* THE TASK
"s.stats.Exact++" appears in one line of the listing below; retype that line and every later line exactly, stopping at the end, and nothing else.

* MATERIALS PROVIDED

package stochastic

import (
	"context"
	"math"
)

// prepareLeap finds, for every species, the highest order of the channels
// it is a reactant of (HOR) and its own largest order in those channels,
// which give the g_i of Cao, Gillespie and Petzold (2006, eq. 27).
func (s *Simulator) prepareLeap() {
	s.hor = make([]int32, s.ns)
	s.horN = make([]int32, s.ns)
	s.isReac = make([]bool, s.ns)
	for j := range s.net.Channels {
		ch := &s.net.Channels[j]
		o := int32(ch.order())
		if ch.General {
			for _, sp := range ch.Reads {
				s.isReac[sp] = true
				if o > s.hor[sp] {
					s.hor[sp], s.horN[sp] = o, 1
				}
			}
			continue
		}
		for _, t := range ch.Reactants {
			sp := t.Species
			s.isReac[sp] = true
			switch {
			case o > s.hor[sp]:
				s.hor[sp], s.horN[sp] = o, int32(t.N)
			case o == s.hor[sp] && int32(t.N) > s.horN[sp]:
				s.horN[sp] = int32(t.N)
			}
		}
	}
	s.prop = make([]float64, s.ns)
	s.crit = make([]bool, s.nc)
	s.kfire = make([]float64, s.nc)
	s.mu = make([]float64, s.ns)
	s.s2 = make([]float64, s.ns)
}

// gi is g_i of Cao, Gillespie and Petzold (2006, after eq. 27) for species
// i at count x: 1, 2 or 3 for first-, second- and third-order channels,
// with the corrections for channels that need two or three of its
// molecules; orders above three use the order itself.
func (s *Simulator) gi(i int, x float64) float64 {
	h, n := s.hor[i], s.horN[i]
	var g float64
	switch {
	case h <= 1:
		g = 1
	case h == 2 && n >= 2:
		g = 2 + 1/(x-1)
	case h == 2:
		g = 2
	case h == 3 && n == 2:
		g = 1.5 * (2 + 1/(x-1))
	case h == 3 && n >= 3:
		g = 3 + 1/(x-1) + 2/(x-2)
	default:
		g = float64(h)
	}
	if !(g >= float64(max(h, 1))) { // x too small for the corrections: those channels are critical anyway
		g = float64(max(h, 1))
	}
	return g
}

// leapSize is τ' of Cao, Gillespie and Petzold (2006, eq. 33) over the
// non-critical channels: the largest step in which every reactant
// species' expected change and its standard deviation stay within
// max(ε·x_i/g_i, 1).
func (s *Simulator) leapSize() float64 {
	for i := range s.mu {
		s.mu[i], s.s2[i] = 0, 0
	}
	any := false
	for j, a := range s.a {
		if s.crit[j] || a <= 0 {
			continue
		}
		any = true
		d := &s.ch[j]
		for k := d.c0; k < d.c1; k++ {
			v := s.cDel[k]
			s.mu[s.cSp[k]] += v * a
			s.s2[s.cSp[k]] += v * v * a
		}
	}
	if !any {
		return math.Inf(1)
	}
	tau := math.Inf(1)
	for i, x := range s.x {
		if !s.isReac[i] {
			continue
		}
		b := math.Max(s.set.Epsilon*x/s.gi(i, x), 1)
		if m := math.Abs(s.mu[i]); m > 0 {
			tau = math.Min(tau, b/m)
		}
		if v := s.s2[i]; v > 0 {
			tau = math.Min(tau, b*b/v)
		}
	}
	return tau
}

// markCritical marks the channels with a positive propensity that can
// fire fewer than Critical more times before one of the species they
// consume runs out (L_j of Cao, Gillespie and Petzold 2006, eq. 10).
func (s *Simulator) markCritical() {
	nc := float64(s.set.Critical)
	for j, a := range s.a {
		s.crit[j] = false
		if a <= 0 {
			continue
		}
		d := &s.ch[j]
		for k := d.c0; k < d.c1; k++ {
			if v := s.cDel[k]; v < 0 && math.Floor(s.x[s.cSp[k]]/-v) < nc {
				s.crit[j] = true
				break
			}
		}
	}
}

// runLeap is tau-leaping with the step selection of Cao, Gillespie and
// Petzold (2006, "Efficient step size selection for the tau-leaping
// simulation method", J. Chem. Phys. 124, 044109; their procedure of
// section IV): critical channels fire only exactly, at most one of them
// per leap; the others fire Poisson numbers of times; a leap that would
// make a count negative is rejected and retried with τ' halved; when τ' is
// below ExactFactor/a0, ExactSteps exact (direct-method) steps are taken
// instead. Leaps end at output times and events, so that the counts
// recorded are those of the leaping path at those times.
func (s *Simulator) runLeap(ctx context.Context, t0 float64, times, out []float64) error {
	t := t0
	tEnd := times[len(times)-1]
	k := s.record(times, out, 0, t, true)
	stop := s.nextStop(t)
	for t < tEnd || (stop <= tEnd && stop == t) {
		if stop <= t { // an event due now
			if _, err := s.events(t, false); err != nil {
				return err
			}
			stop = s.nextStop(t)
			k = s.record(times, out, k, t, true)
			continue
		}
		if err := ctx.Err(); err != nil {
			return err
		}
		if err := s.checkLimit(t); err != nil {
			return err
		}
		if err := s.recomputeAll(t); err != nil {
			return err
		}
		a0 := s.total()
		horizon := math.Min(stop, tEnd)
		if k < len(times) && times[k] < horizon {
			horizon = times[k]
		}
		if a0 <= 0 {
			t = horizon
			k = s.record(times, out, k, t, t < stop)
			continue
		}
		s.markCritical()
		tau1 := s.leapSize()
		if tau1 < s.set.ExactFactor/a0 {
			var err error
			if t, err = s.exactSteps(t, horizon, times, out, &k); err != nil {
				return err
			}
			k = s.record(times, out, k, t, t < stop)
			continue
		}
		ac := 0.0
		for j, a := range s.a {
			if s.crit[j] {
				ac += a
			}
		}
		for {
			tau2 := math.Inf(1)
			if ac > 0 {
				tau2 = s.rng.exp() / ac
			}
			tau, critFires := tau1, false
			if tau2 <= tau1 {
				tau, critFires = tau2, true
			}
			if t+tau >= horizon {
				tau, critFires = horizon-t, false
			}
			for j, a := range s.a {
				s.kfire[j] = 0
				if !s.crit[j] && a > 0 {
					s.kfire[j] = s.rng.poisson(a * tau)
				}
			}
			if critFires {
				r := s.rng.uniform() * ac
				last := -1
				for j, a := range s.a {
					if !s.crit[j] {
						continue
					}
					last = j
					if r < a {
						break
					}
					r -= a
				}
				s.kfire[last] = 1
			}
			copy(s.prop, s.x)
			for j, n := range s.kfire {
				if n == 0 {
					continue
				}
				d := &s.ch[j]
				for q := d.c0; q < d.c1; q++ {
					s.prop[s.cSp[q]] += n * s.cDel[q]
				}
			}
			ok := true
			for _, x := range s.prop {
				if x < 0 {
					ok = false
					break
				}
			}
			if !ok {
				s.stats.Rejected++
				tau1 /= 2
				continue
			}
			var fired int64
			for _, n := range s.kfire {
				fired += int64(n)
			}
			copy(s.x, s.prop)
			t += tau
			if t >= horizon {
				t = horizon // no drift past an output time or event
			}
			s.stats.Leaps++
			s.stats.Firings += fired
			break
		}
		if len(s.passages) > 0 {
			s.checkPassages(t)
		}
		if _, err := s.events(t, true); err != nil {
			return err
		}
		k = s.record(times, out, k, t, t < stop) // at an event time, after it
	}
	s.record(times, out, k, tEnd, true)
	return nil
}

// exactSteps takes up to ExactSteps direct-method steps from t, not past
// horizon, recording outputs, and returns the new time. After each step
// only the propensities the firing changed are recomputed (the
// dependency graph of the direct method).
func (s *Simulator) exactSteps(t, horizon float64, times, out []float64, k *int) (float64, error) {
	for n := 0; n < s.set.ExactSteps; n++ {
		a0 := s.total()
		tn := math.Inf(1)
		if a0 > 0 {
			tn = t + s.rng.exp()/a0
		}
		if tn >= horizon {
			*k = s.record(times, out, *k, horizon, false)
			return horizon, nil
		}
		*k = s.record(times, out, *k, tn, false)
		t = tn
		j := s.pick(a0)
		if j < 0 {
			return t, nil
		}
		s.apply(j)
		s.stats.Firings++
		s.stats.Exact++
		fired, err := s.afterFiring(j, t)
		if err != nil {
			return t, err
		}
		if fired {
			return t, nil
		}
		if err := s.updateDeps(j, t); err != nil {
			return t, err
		}
	}
	return t, nil
}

* ANSWER AREA
		s.stats.Exact++
		fired, err := s.afterFiring(j, t)
		if err != nil {
			return t, err
		}
		if fired {
			return t, nil
		}
		if err := s.updateDeps(j, t); err != nil {
			return t, err
		}
	}
	return t, nil
}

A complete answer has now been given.